Is it bad to be off work again!! ?? My daughter (5) raging temp reached 41 during the night she’s settled now at 38 with calpol etc up all night. Got her in the doctors at 8.30 this morning but I’m on a temporary contract at work, had 5 days off with her 6 weeks ago, he’s just seems to pick everything up. Yes, I have mentioned this to the GP numerous times about her being poor often and high temp they tell me it’s normal. Do you think work will not keep me on, this is their week to decide as my contract runs out this week. I’ve rang family etc this morning no one else available to have her, but also I’d rather take her to the appointment and look after her, as she’s poorly and will want me.

OP posts:
repellingmnvipers · 17/03/2025 07:17

No one an indicate if you're work will keep you on. I hope your wee one feels better soon.

Motheranddaughter · 17/03/2025 07:22

Can her dad not look after her

AgnesX · 17/03/2025 07:26

I guess it'll depend on the quality of your work when you're actually there, what the job is, if your contract needs to be extended anyway, how understanding your temp employer is. There's a lot of aspects.

Hope your wee one recovers soon.

NeuroSpicyMumof3 · 17/03/2025 08:53

Gosh, that is a lot of time off. What is your long-term plan re-absences? Because you only have so much annual leave. If your daughters other parent is not taking half of the hit then this is unfair, of course if they are not on the scene then thats off the table but you need a plan because you will have no leave left for the school holidays (and you can only cover half as it is!!).

bumblebubble23 · 17/03/2025 09:30

I work in a school luckily, and also take the time off with my daughter unpaid. My partner, her dad, thinks me earning less than him means I should always be the parent who stays at home if she’s ill.

OP posts:
HereintheloveofChristIstand · 17/03/2025 09:43

bumblebubble23 · 17/03/2025 09:30

I work in a school luckily, and also take the time off with my daughter unpaid. My partner, her dad, thinks me earning less than him means I should always be the parent who stays at home if she’s ill.

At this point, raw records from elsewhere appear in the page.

/// Legs, upfronts and par spreads of every contract on the calibrated curve.
#[test]
fn legs_and_upfronts_match_quantlib() {
    let cal = Calendar::weekends_only();
    let settings = BootstrapSettings { accrual: AccrualIntegration::Standard, ..BootstrapSettings::default() };
    for c in cases() {
        let fit = bootstrap(c.trade, &c.quotes, &c.discount, &cal, &settings).unwrap();
        let curve = fit.curve.clone().unwrap();
        let r = num(&c.json["recovery"]);
        for e in c.json["expected"]["tenors"].as_array().unwrap() {
            let t = tenor(s(&e["tenor"]));
            let k = fit.nodes.iter().position(|n| n.tenor == t).unwrap();
            if fit.nodes[k].status != NodeStatus::Ok {
                continue;
            }
            let legs = price_legs(&fit.contracts[k], r, &c.discount, &curve, AccrualIntegration::Standard).unwrap();
            let close = |a: f64, b: f64, tol: f64, what: &str| {
                assert!((a - b).abs() <= tol, "{} {t} {what}: {a} vs QuantLib {b} (diff {:e})", c.id, (a - b).abs());
            };
            close(legs.protection, num(&e["protection_leg"]), 1e-12, "protection leg");
            close(
                legs.premium01 + legs.accrual_on_default01,
                num(&e["premium_leg_per_unit_coupon"]),
                1e-11,
                "premium + accrual on default per unit coupon",
            );
            close(
                legs.rebate01 * legs.cash_settle_df,
                num(&e["accrual_rebate_per_unit_coupon"]),
                1e-15,
                "accrual rebate",
            );
            close(legs.upfront(0.01), num(&e["upfront_100bp"]), 1e-12, "upfront at 100 bp");
            close(legs.upfront(0.05), num(&e["upfront_500bp"]), 1e-12, "upfront at 500 bp");
            close(legs.par_spread() * 1e4, num(&e["par_spread_bp_repriced"]), 1e-7, "par spread (bp)");
        }
    }
}

/// Every calibrated quote reprices to within 1e-6 bp (through the general pricer, not the
/// bootstrap's own evaluation).
#[test]
fn every_calibrated_quote_reprices() {
    let cal = Calendar::weekends_only();
    for accrual in [AccrualIntegration::Published, AccrualIntegration::Standard, AccrualIntegration::Exact] {
        let settings = BootstrapSettings { accrual, ..BootstrapSettings::default() };
        for c in cases() {
            let fit = bootstrap(c.trade, &c.quotes, &c.discount, &cal, &settings).unwrap();
            for r in reprice(&fit, &c.quotes, &c.discount, accrual) {
                let status = fit.nodes.iter().find(|n| n.quote_index == r.quote_index).unwrap().status;
                if status == NodeStatus::Ok {
                    assert!(
                        r.residual_bp.abs() < 1e-6,
                        "{} {} {accrual:?}: residual {} bp",
                        c.id,
                        r.tenor,
                        r.residual_bp
                    );
                }
            }
        }
    }
}

/// The single-coupon case: QuantLib's unmodified leg drops the maturity day; the difference
/// in hazard is what one day of premium on a 3-month coupon is worth, about 1/93 of the
/// hazard, and later nodes inherit only a small part of it.
#[test]
fn single_coupon_difference_is_bounded() {
    let mut seen = 0;
    for c in cases() {
        let Some(note) = c.json.get("single_coupon_note") else { continue };
        for u in note["unmodified_ql"].as_array().unwrap() {
            let diff = num(&u["hazard_minus_unmodified"]).abs();
            let h = num(&u["hazard_unmodified_ql"]);
            if u["single_coupon"].as_bool().unwrap() {
                // One extra day in ~92: relative hazard change close to 1/92.
                assert!(diff / h < 1.0 / 80.0 && diff / h > 1.0 / 120.0, "{}: {diff} on {h}", c.id);
                seen += 1;
            } else {
                assert!(diff < 1e-4, "{}: {diff}", c.id);
            }
        }
    }
    assert!(seen >= 3);
}

/// Infeasible quotes under the floor policy: the segment is floored at zero and the residual
/// shows the misfit, with the par spread at zero hazard matching the reference.
#[test]
fn floored_segments_show_their_residual() {
    let cal = Calendar::weekends_only();
    for c in cases() {
        let Some(bad) = c.json.get("infeasible_tenor").and_then(|v| v.as_str()) else { continue };
        let settings = BootstrapSettings { accrual: AccrualIntegration::Standard, ..BootstrapSettings::default() };
        let fit = bootstrap(c.trade, &c.quotes, &c.discount, &cal, &settings).unwrap();
        let k = fit.nodes.iter().position(|n| n.tenor == tenor(bad)).unwrap();
        assert_eq!(fit.nodes[k].status, NodeStatus::Floored);
        assert_eq!(fit.nodes[k].hazard, Some(0.0));
        let res = reprice(&fit, &c.quotes, &c.discount, AccrualIntegration::Standard);
        let r = res.iter().find(|r| r.tenor == tenor(bad)).unwrap();
        let at_zero = num(&c.json["infeasible_detail"]["par_spread_bp_at_zero_hazard"]);
        assert!((r.model - at_zero).abs() < 1e-6, "{}: {} vs {at_zero}", c.id, r.model);
        assert!(r.residual_bp > 1.0, "{}", c.id);
    }
}

fn accrual_reference() -> Value {
    let path = concat!(env!("CARGO_MANIFEST_DIR"), "/tests/reference/cds_accrual_quantlib.json");
    serde_json::from_str(&std::fs::read_to_string(path).expect("reference file")).expect("valid JSON")
}
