fn lines_through_time(
    title: &str,
    y_desc: &str,
    log_y: bool,
    series: &[(String, Vec<(f64, f64)>)],
    intervals: &[Vec<(f64, Option<f64>, Option<f64>)>],
    hlines: &[(f64, &str)],
) -> Result<String, String> {
    const SIZE: (u32, u32) = (760, 420);
    // Everything below is in drawing units: log10 of the value when log_y. A point that cannot
    // be drawn becomes NaN, which breaks the line there.
    let to_y = |v: f64| {
        if !usable(v) || log_y && v <= 0.0 {
            f64::NAN
        } else if log_y {
            v.log10()
        } else {
            v
        }
    };
    // With intervals, each series sits a little to the side of the date (its whiskers with it),
    // so that the intervals of several series at one date do not hide each other.
    let (x0, x1) = series
        .iter()
        .flat_map(|(_, v)| v.iter().map(|p| p.0))
        .filter(|x| usable(*x))
        .fold((f64::INFINITY, f64::NEG_INFINITY), |(a, b), x| (a.min(x), b.max(x)));
    let n_series = series.len() as f64;
    let shift = |k: usize| {
        if intervals.is_empty() || !(x1 > x0) {
            0.0
        } else {
            (k as f64 - (n_series - 1.0) / 2.0) * 0.012 * (x1 - x0)
        }
    };
    let series: Vec<(String, Vec<(f64, f64)>)> = series
        .iter()
        .enumerate()
        .map(|(k, (n, v))| (n.clone(), v.iter().map(|p| (p.0 + shift(k), to_y(p.1))).collect()))
        .collect();
    let ok = |p: &(f64, f64)| usable(p.0) && usable(p.1);
    let points: Vec<(f64, f64)> = series.iter().flat_map(|(_, v)| v.iter().copied().filter(ok)).collect();
    if points.is_empty() {
        return no_data_svg(title, SIZE);
    }
    let levels: Vec<(f64, &str)> =
        hlines.iter().map(|&(h, name)| (to_y(h), name)).filter(|(h, _)| usable(*h)).collect();
    let (x_lo, x_hi) = points.iter().fold((f64::INFINITY, f64::NEG_INFINITY), |(a, b), p| (a.min(p.0), b.max(p.0)));
    // Finite interval ends count in the y range.
    let ends: Vec<f64> = intervals
        .iter()
        .flatten()
        .flat_map(|(_, lo, hi)| [lo.map(to_y), hi.map(to_y)])
        .flatten()
        .filter(|y| usable(*y))
        .collect();
    let ys = points.iter().map(|p| p.1).chain(levels.iter().map(|l| l.0)).chain(ends.iter().copied());
    let (y_min, y_max) = ys.fold((f64::INFINITY, f64::NEG_INFINITY), |(a, b), y| (a.min(y), b.max(y)));
    let (x_lo, x_hi) = pad(x_lo, x_hi);
    let (y_lo, y_hi) = if log_y {
        pad(y_min, y_max)
    } else {
        let (lo, hi) = pad(y_min.min(0.0), y_max);
        (if y_min >= 0.0 { 0.0 } else { lo }, hi)
    };
    // Headroom for the legend in the upper left.
    let legend_rows = series.len() + levels.len();
    let y_hi = y_hi + (y_hi - y_lo) * (0.075 * legend_rows as f64).min(0.75);
    let (ticks, decimals) = if log_y { (log_ticks(y_lo, y_hi), 0) } else { linear_ticks(y_lo, y_hi) };

    let mut svg = String::new();
    {
        let root = SVGBackend::with_string(&mut svg, SIZE).into_drawing_area();
        root.fill(&WHITE).map_err(err)?;
        let mut chart = ChartBuilder::on(&root)
            .caption(title, ("sans-serif", 18))
            .margin(12)
            .x_label_area_size(40)
            .y_label_area_size(64)
            .build_cartesian_2d(x_lo..x_hi, ticked(y_lo, y_hi, ticks))
            .map_err(err)?;
        chart
            .configure_mesh()
            .x_desc("date")
            .y_desc(y_desc)
            .x_label_formatter(&|x| year_label(*x))
            .y_label_formatter(&|y| if log_y { log_label(*y) } else { format!("{y:.decimals$}") })
            .x_labels(6)
            .light_line_style(RGBColor(235, 235, 235))
            .bold_line_style(RGBColor(225, 225, 225))
            .draw()
            .map_err(err)?;
        let greys = [RGBColor(60, 60, 60), RGBColor(140, 140, 140)];
        for (k, &(h, name)) in levels.iter().enumerate() {
            let grey = greys[k % greys.len()];
            chart
                .draw_series(DashedLineSeries::new(vec![(x_lo, h), (x_hi, h)], 6, 4, grey.stroke_width(1)))
                .map_err(err)?
                .label(name)
                .legend(move |(x, y)| PathElement::new(vec![(x, y), (x + 18, y)], grey.stroke_width(1)));
        }
        for (k, whiskers) in intervals.iter().enumerate() {
            let colour = PALETTE[k % PALETTE.len()];
            let dx = shift(k);
            let clamp =
                |y: Option<f64>, edge: f64| y.map(to_y).filter(|v| usable(*v)).unwrap_or(edge).clamp(y_lo, y_hi);
            chart
                .draw_series(whiskers.iter().filter(|w| usable(w.0)).map(|&(x, lo, hi)| {
                    let (a, b) = (clamp(lo, y_lo), clamp(hi, y_hi));
                    PathElement::new(vec![(x + dx, a), (x + dx, b)], colour.mix(0.85).stroke_width(2))
                }))
                .map_err(err)?;
        }
        for (k, (name, pts)) in series.iter().enumerate() {
            let colour = PALETTE[k % PALETTE.len()];
            // Runs of usable points; a gap in the data is a gap in the line.
            let mut runs: Vec<Vec<(f64, f64)>> = vec![Vec::new()];
            for p in pts {
                if ok(p) {
                    if let Some(r) = runs.last_mut() {
                        r.push(*p)
                    }
                } else if runs.last().is_some_and(|r| !r.is_empty()) {
                    runs.push(Vec::new());
                }
            }
            for run in runs.iter().filter(|r| r.len() >= 2) {
                chart.draw_series(LineSeries::new(run.iter().copied(), colour.stroke_width(2))).map_err(err)?;
            }
            let label = if runs.iter().all(|r| r.is_empty()) { format!("{name} (no data)") } else { name.clone() };
            chart
                .draw_series(
                    runs.iter()
                        .flatten()
                        .map(|p| EmptyElement::at(*p) + Polygon::new(marker_outline(k), colour.filled())),
                )
                .map_err(err)?
                .label(label)
                .legend(move |(x, y)| {
                    EmptyElement::at((x, y))
                        + PathElement::new(vec![(0, 0), (18, 0)], colour.stroke_width(2))
                        + Polygon::new(
                            marker_outline(k).into_iter().map(|(a, b)| (a + 9, b)).collect::<Vec<_>>(),
                            colour.filled(),
                        )
                });
        }
        chart
            .configure_series_labels()
            .background_style(WHITE.mix(0.9))
            .border_style(BLACK)
            .position(SeriesLabelPosition::UpperLeft)
            .draw()
            .map_err(err)?;
        root.present().map_err(err)?;
    }
    Ok(svg)
}

/// Diverging colour for `t` in [-1, 1]: blue below 0, white at 0, red above.
fn diverging(t: f64) -> RGBColor {
    let t = if t.is_nan() { 0.0 } else { t.clamp(-1.0, 1.0) };
    let (end, s) = if t < 0.0 { ((33.0, 102.0, 172.0), -t) } else { ((178.0, 24.0, 43.0), t) };
    let mix = |e: f64| (255.0 + (e - 255.0) * s).round() as u8;
    RGBColor(mix(end.0), mix(end.1), mix(end.2))
}

const NO_VALUE: RGBColor = RGBColor(190, 190, 190);

/// A value with about two significant digits and its sign, for cell text.
fn signed_short(v: f64) -> String {
    if v == 0.0 {
        return "0".to_string();
    }
    if !v.is_finite() {
        return if v > 0.0 { "+inf".into() } else { "-inf".into() };
    }
    let a = v.abs();
    if !a.is_nan() && !(1e-3..1e4).contains(&a) {
        return format!("{v:+.1e}");
    }
    let decimals = (1.0 - a.log10().floor()).max(0.0) as usize;
    format!("{v:+.decimals$}")
}
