/// Screen and print styles: text at a readable width, wide tables scrolling in their wrapper,
/// figures scaled to the page; in print, A4 pages, a page per h2 after the first, and tables,
/// figures and rows kept whole where they fit.
const STYLE: &str = r#":root { color: #20262c; background: #ffffff; }
body { margin: 0; padding: 1.5rem 1.5rem 4rem;
  font-family: "Helvetica Neue", Helvetica, Arial, "Liberation Sans", sans-serif; font-size: 14px; line-height: 1.5; }
main { max-width: 100em; margin: 0 auto; }
h1, h2, h3, h4, h5, h6, p, ul, ol, blockquote, nav, pre, figcaption { max-width: 60em; }
h1 { font-size: 1.6em; margin: 0.4em 0 0.8em; }
h2 { font-size: 1.3em; margin: 2.2em 0 0.6em; padding-bottom: 0.2em; border-bottom: 1px solid #cfd6dd; }
h3 { font-size: 1.1em; margin: 1.8em 0 0.5em; }
p, li { overflow-wrap: break-word; }
a { color: #1d5fa6; }
code { font-family: "DejaVu Sans Mono", Menlo, Consolas, monospace; font-size: 0.9em;
  background: #eef1f4; padding: 0.05em 0.3em; border-radius: 3px; }
pre { background: #eef1f4; padding: 0.6em 0.8em; overflow-x: auto; }
pre code { background: none; padding: 0; }
blockquote { margin: 1em 0; padding: 0.5em 1em; border-left: 4px solid #b7822e; background: #faf5eb; }
blockquote p { margin: 0.3em 0; }
nav#contents { margin: 1.2em 0 1.6em; padding: 0.7em 1.2em; background: #f3f5f7; border: 1px solid #dde2e7; border-radius: 4px; }
nav#contents .contents-title { margin: 0 0 0.3em; font-weight: bold; }
nav#contents ul { list-style: none; margin: 0; padding-left: 0; }
nav#contents ul ul { padding-left: 1.4em; font-size: 0.95em; }
nav#contents li { margin: 0.1em 0; }
nav#contents a { text-decoration: none; }
nav#contents a:hover { text-decoration: underline; }
.table-wrap { max-width: 100%; overflow-x: auto; margin: 0.8em 0 1.4em; }
table { border-collapse: collapse; font-size: 12.5px; font-variant-numeric: tabular-nums; }
th, td { padding: 0.25em 0.6em; text-align: left; vertical-align: top; }
td { white-space: nowrap; }
td.wrap { white-space: normal; min-width: 18em; }
th { vertical-align: bottom; background: #e8ecf0; border-bottom: 2px solid #9aa5b0; }
td { border-bottom: 1px solid #e2e6ea; }
tbody tr:nth-child(even) { background: #f5f7f9; }
th.right, td.right { text-align: right; }
th.center, td.center { text-align: center; }
figure.chart { margin: 1.4em 0; max-width: 100%; }
figure.chart svg { display: block; max-width: 100%; height: auto; }
figcaption { margin-top: 0.4em; font-size: 0.92em; font-style: italic; color: #48525c; }
.missing-figure { padding: 0.5em 0.8em; border: 1px dashed #b4463f; color: #8c2f29; }
.inline-figure { font-style: italic; }
hr { border: none; border-top: 1px solid #cfd6dd; margin: 2em 0; }
@media print {
  @page { size: A4; margin: 16mm 14mm 18mm; }
  :root { background: none; }
  body { padding: 0; font-size: 9.5pt; }
  main { max-width: none; }
  nav#contents { background: none; border: none; padding: 0; }
  main > h2 ~ h2 { break-before: page; page-break-before: always; }
  h1, h2, h3 { break-after: avoid; page-break-after: avoid; }
  table, figure, blockquote, tr { break-inside: avoid; page-break-inside: avoid; }
  thead { display: table-header-group; }
  .table-wrap { overflow: visible; }
  table { font-size: 7.5pt; }
  td { white-space: normal; }
  td.right { white-space: nowrap; }
  th, td { padding: 0.15em 0.35em; }
  td.wrap { min-width: 8em; }
  a, nav#contents a { color: inherit; text-decoration: none; }
  code { background: none; padding: 0; }
}
"#;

And that’s all well and good until you get fired for poor attendance at work.
Sometimes sharing it even if it means you lose a bit of money short term is better as you still guarantee that second salary.

NeuroSpicyMumof3 · 17/03/2025 11:28

bumblebubble23 · 17/03/2025 09:30

I work in a school luckily, and also take the time off with my daughter unpaid. My partner, her dad, thinks me earning less than him means I should always be the parent who stays at home if she’s ill.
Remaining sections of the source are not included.